Su Blackwell and Book Arts - Su Blackwell và nghệ thuật chạm trên sách


If you are anything like me, and I know that many of you are (May God have mercy on your souls), the merest willful damage to a book is tantamount to abuse. I have never quite gotten over my childhood habit of anthropomorphizing objects. While my talk of trees and books and the various Objet d’art that inhabit my world and the relationship I have with them is more poetic license than waking delusion, there is still a very small part of that young lad who assumes that books, like people, have feelings too. Thus today’s Book Week post features art that is something of an enigma for me: I admire the work and am inspired by the creativity and at the same time I feel pangs of guilt over my attachment to each piece.

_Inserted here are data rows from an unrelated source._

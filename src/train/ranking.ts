/**
 * A list to rank, as the trainers see it: per candidate its base rank,
 * PARSEVAL counts and its vector relative to the list's reference (a ranking
 * only needs differences between candidates, so the reference itself is never
 * read). Pure.
 */
import { sentenceF1 } from '../core/f1-table.js';
import type { StoredVector } from '../core/sparse-vector.js';

export interface RankingList {
  gold: number;
  /** Words (for reports by length). */
  len: number;
  cands: { rank: number; matched: number; test: number; diff: StoredVector }[];
}

/** The model score of every candidate: w · difference (the reference adds the same to all). */
export function scores(list: RankingList, w: Float64Array | Float32Array, out = new Float64Array(list.cands.length)): Float64Array {
  for (let c = 0; c < list.cands.length; c++) {
    const { idx, val, ridx, rval } = list.cands[c].diff;
    let s = 0;
    for (let k = 0; k < idx.length; k++) s += w[idx[k]] * val[k];
    for (let k = 0; k < ridx.length; k++) s += w[ridx[k]] * rval[k];
    out[c] = s;
  }
  return out;
}

/** The candidate a model picks: the highest score, ties to the lower base rank (-1 for an empty list). */
export function pick(list: RankingList, s: Float64Array): number {
  let best = -1;
  for (let c = 0; c < list.cands.length; c++) {
    if (best < 0 || s[c] > s[best] || (s[c] === s[best] && list.cands[c].rank < list.cands[best].rank)) best = c;
  }
  return best;
}

/** Sentence F1 of every candidate. */
export function f1s(list: RankingList): Float64Array {
  return Float64Array.from(list.cands, (c) => sentenceF1(list.gold, c));
}

/**
 * The training target: a candidate with the best F1, ties to the lower base
 * rank; -1 when every candidate has the same F1 (nothing to learn there).
 */
export function target(list: RankingList, f: Float64Array = f1s(list)): number {
  let best = -1;
  let varies = false;
  for (let c = 0; c < list.cands.length; c++) {
    if (c > 0 && f[c] !== f[0]) varies = true;
    if (best < 0 || f[c] > f[best] || (f[c] === f[best] && list.cands[c].rank < list.cands[best].rank)) best = c;
  }
  return varies ? best : -1;
}
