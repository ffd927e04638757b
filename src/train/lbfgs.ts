/**
 * Limited-memory BFGS (Nocedal & Wright, "Numerical Optimization", 2nd ed.,
 * 2006: Algorithm 7.4, the two-loop recursion, inside Algorithm 7.5), with a
 * backtracking line search that accepts the first step meeting the Armijo
 * condition (their eq. 3.4, c1 = 1e-4). A pair (s, y) whose curvature s·y is
 * not positive is not kept, so the implicit inverse Hessian stays positive
 * definite. Written here rather than taken from a package: the objective is
 * a streamed pass over the shards (async), which general-purpose optimisers
 * on npm do not take, and the algorithm is short. Pure.
 */

export interface LbfgsOptions {
  /** Pairs kept (m). */
  memory?: number;
  /** At most this many iterations. */
  maxIterations?: number;
  /** Stop when ‖g‖ ≤ gtol · max(1, ‖x‖). */
  gtol?: number;
  /** Stop when the objective falls by less than ftol · max(1, |f|) in an iteration. */
  ftol?: number;
  /** Called after each iteration with its number and objective (for progress and per-epoch dev scores). */
  onIteration?: (iteration: number, f: number, x: Float64Array) => Promise<void> | void;
}

/** Objective value at x; writes the gradient into g. */
export type Objective = (x: Float64Array, g: Float64Array) => Promise<number> | number;

export interface LbfgsResult {
  x: Float64Array;
  f: number;
  iterations: number;
  evaluations: number;
  converged: 'gradient' | 'objective' | 'iterations' | 'line search';
}

function dot(a: Float64Array, b: Float64Array): number {
  let s = 0;
  for (let i = 0; i < a.length; i++) s += a[i] * b[i];
  return s;
}

export async function minimize(objective: Objective, x0: Float64Array, o: LbfgsOptions = {}): Promise<LbfgsResult> {
  const m = o.memory ?? 10;
  const maxIt = o.maxIterations ?? 100;
  const gtol = o.gtol ?? 1e-5;
  const ftol = o.ftol ?? 1e-10;
  const n = x0.length;
  let x = Float64Array.from(x0);
  let g = new Float64Array(n);
  let f = await objective(x, g);
  let evaluations = 1;
  const S: Float64Array[] = [];
  const Y: Float64Array[] = [];
  const rho: number[] = [];
  const d = new Float64Array(n);
  const alpha = new Float64Array(m);
  let xNew = new Float64Array(n);
  let gNew = new Float64Array(n);
  for (let it = 1; it <= maxIt; it++) {
    if (Math.sqrt(dot(g, g)) <= gtol * Math.max(1, Math.sqrt(dot(x, x)))) return { x, f, iterations: it - 1, evaluations, converged: 'gradient' };
    // Two-loop recursion: d = −H·g.
    for (let i = 0; i < n; i++) d[i] = -g[i];
    for (let k = S.length - 1; k >= 0; k--) {
      alpha[k] = rho[k] * dot(S[k], d);
      const yk = Y[k];
      for (let i = 0; i < n; i++) d[i] -= alpha[k] * yk[i];
    }
    const gamma = S.length > 0 ? dot(S[S.length - 1], Y[Y.length - 1]) / dot(Y[Y.length - 1], Y[Y.length - 1]) : 1 / Math.max(1e-12, Math.sqrt(dot(g, g)));
    for (let i = 0; i < n; i++) d[i] *= gamma;
    for (let k = 0; k < S.length; k++) {
      const beta = rho[k] * dot(Y[k], d);
      const sk = S[k];
      for (let i = 0; i < n; i++) d[i] += (alpha[k] - beta) * sk[i];
    }
    let slope = dot(g, d);
    if (slope >= 0) {
      // Not a descent direction (numerical trouble): restart from steepest descent.
      S.length = 0;
      Y.length = 0;
      rho.length = 0;
      for (let i = 0; i < n; i++) d[i] = -g[i] / Math.max(1e-12, Math.sqrt(dot(g, g)));
      slope = dot(g, d);
    }
    // Backtracking line search (Armijo).
    let step = 1;
    let fNew = Infinity;
    let accepted = false;
    for (let tries = 0; tries < 40; tries++) {
      for (let i = 0; i < n; i++) xNew[i] = x[i] + step * d[i];
      fNew = await objective(xNew, gNew);
      evaluations++;
      if (Number.isFinite(fNew) && fNew <= f + 1e-4 * step * slope) {
        accepted = true;
        break;
      }
      step *= 0.5;
    }
    if (!accepted) return { x, f, iterations: it - 1, evaluations, converged: 'line search' };
    const s = new Float64Array(n);
    const y = new Float64Array(n);
    for (let i = 0; i < n; i++) {
      s[i] = xNew[i] - x[i];
      y[i] = gNew[i] - g[i];
    }
    const sy = dot(s, y);
    if (sy > 1e-12) {
      if (S.length === m) {
        S.shift();
        Y.shift();
        rho.shift();
      }
      S.push(s);
      Y.push(y);
      rho.push(1 / sy);
    }
    const fOld = f;
    [x, xNew] = [xNew, x];
    [g, gNew] = [gNew, g];
    f = fNew;
    await o.onIteration?.(it, f, x);
    if (fOld - f <= ftol * Math.max(1, Math.abs(f))) return { x, f, iterations: it, evaluations, converged: 'objective' };
  }
  return { x, f, iterations: maxIt, evaluations, converged: 'iterations' };
}
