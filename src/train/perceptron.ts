/**
 * The averaged perceptron for re-ranking (Collins 2002, "Discriminative
 * training methods for hidden Markov models", §2–3; the averaging of Freund &
 * Schapire 1999, "Large margin classification using the perceptron
 * algorithm"). Per list, in a given order: the target is a candidate with the
 * best F1 (ties to the lower base rank); if the model's choice has a lower F1,
 * w ← w + (d_target − d_choice). The averaged weights are the mean of w over
 * every step (one step per list seen).
 *
 * Averaging without O(dimension) work per step (the "lazy update" trick,
 * as written out by Daumé III, "A Course in Machine Learning", §4.7): with
 * w_s the weights after step s and Δ_j the update made at step j,
 * (1/c) Σ_{s≤c} w_s = Σ_j Δ_j (c − j + 1)/c = w − u/c where u = Σ_j (j − 1)·Δ_j.
 * So each update also adds (j − 1)·Δ to u, and the average after c steps is
 * w − u/c: Collins's average of the weights after every example. Only buckets
 * allowed by the mask (the count cut-off) are ever updated. Pure.
 */
import { f1s, pick, scores, target, type RankingList } from './ranking.js';

export class AveragedPerceptron {
  readonly w: Float64Array;
  private readonly u: Float64Array;
  /** Steps taken (lists seen). */
  steps = 0;
  /** Updates made. */
  updates = 0;
  private scratch = new Float64Array(64);

  /** `mask[b]` = 1 where bucket b may get a weight (null: every bucket). */
  constructor(readonly dimension: number, readonly mask: Uint8Array | null = null) {
    this.w = new Float64Array(dimension);
    this.u = new Float64Array(dimension);
  }

  /** One list: predict, update on a mistake. Returns whether it updated. */
  step(list: RankingList): boolean {
    const m = list.rank.length;
    if (m === 0) return false;
    try {
      return this.learn(list, m);
    } finally {
      this.steps++;
    }
  }

  private learn(list: RankingList, m: number): boolean {
    const f = f1s(list);
    const t = target(list, f);
    if (t < 0) return false;
    if (this.scratch.length < m) this.scratch = new Float64Array(m * 2);
    const s = scores(list, this.w, this.scratch);
    const p = pick(list, s);
    if (f[p] >= f[t]) return false;
    this.add(list, t, 1);
    this.add(list, p, -1);
    this.updates++;
    return true;
  }

  private add(list: RankingList, cand: number, sign: number): void {
    const { w, u, mask } = this;
    // Steps completed before this one: j − 1 for the j-th step.
    const c = this.steps;
    const { start, idx, val } = list;
    for (let k = start[cand]; k < start[cand + 1]; k++) {
      const b = idx[k];
      if (mask && !mask[b]) continue;
      const d = sign * val[k];
      w[b] += d;
      u[b] += c * d;
    }
  }

  /** The average of w over every step so far: w − u / steps (w itself before any step). */
  averaged(out = new Float64Array(this.dimension)): Float64Array {
    const { w, u } = this;
    const c = this.steps;
    if (c === 0) {
      out.set(w);
      return out;
    }
    for (let b = 0; b < w.length; b++) out[b] = w[b] - u[b] / c;
    return out;
  }
}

Today rather than spending a tremendous amount of time discussing each image, I am going to briefly showcase the artist and then allow you to enjoy their work.

Though it may be incongruous with the images, to keep the mood light (after all, I don’t want my Book Week posts making anyone cry) I will include various inspiring/funny quotes about books or reading between photos.

Prepare yourselves.

And we’re off.


The 12 Dancing Princesses

The first artist in today’s post was a serendipitous discovery courtesy of the recent Friday Favorite darling Anne-Julie Aubry. A visit to her blog not only revealed a tantalizing new Snow White picture (go look), it also introduced me to a new artist that fit in with this already planned post: Su Blackwell.


The Wizard of Oz

Much of the work of Su Blackwell certainly fits in with the fairytale and fantasy themes of the Once Upon a Time II Challenge.

The artist herself describes her work:

“Paper has been used for communication since its invention; either between humans or in an attempt to communicate with the spirit world. I employ this delicate, accessible medium and use irreversible, destructive processes to reflect on the precariousness of the world we inhabit and the fragility of our life, dreams and ambitions.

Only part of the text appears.